** Opening Input block **
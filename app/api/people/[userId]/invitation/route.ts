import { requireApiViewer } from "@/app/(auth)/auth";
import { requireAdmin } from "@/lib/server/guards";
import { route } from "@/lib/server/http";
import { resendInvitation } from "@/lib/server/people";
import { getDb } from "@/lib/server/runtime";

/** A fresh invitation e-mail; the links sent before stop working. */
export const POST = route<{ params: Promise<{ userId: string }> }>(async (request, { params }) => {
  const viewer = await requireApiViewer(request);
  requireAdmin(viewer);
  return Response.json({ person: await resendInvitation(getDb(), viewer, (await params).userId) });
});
** Closing Input block **
**Your task**
Would you output, from the records above, exactly the run of lines that starts at the line containing "stop working. */" and ends at the line containing "requireAdmin(viewer);", and only that run?

**Response area**
/** A fresh invitation e-mail; the links sent before stop working. */
export const POST = route<{ params: Promise<{ userId: string }> }>(async (request, { params }) => {
  const viewer = await requireApiViewer(request);
  requireAdmin(viewer);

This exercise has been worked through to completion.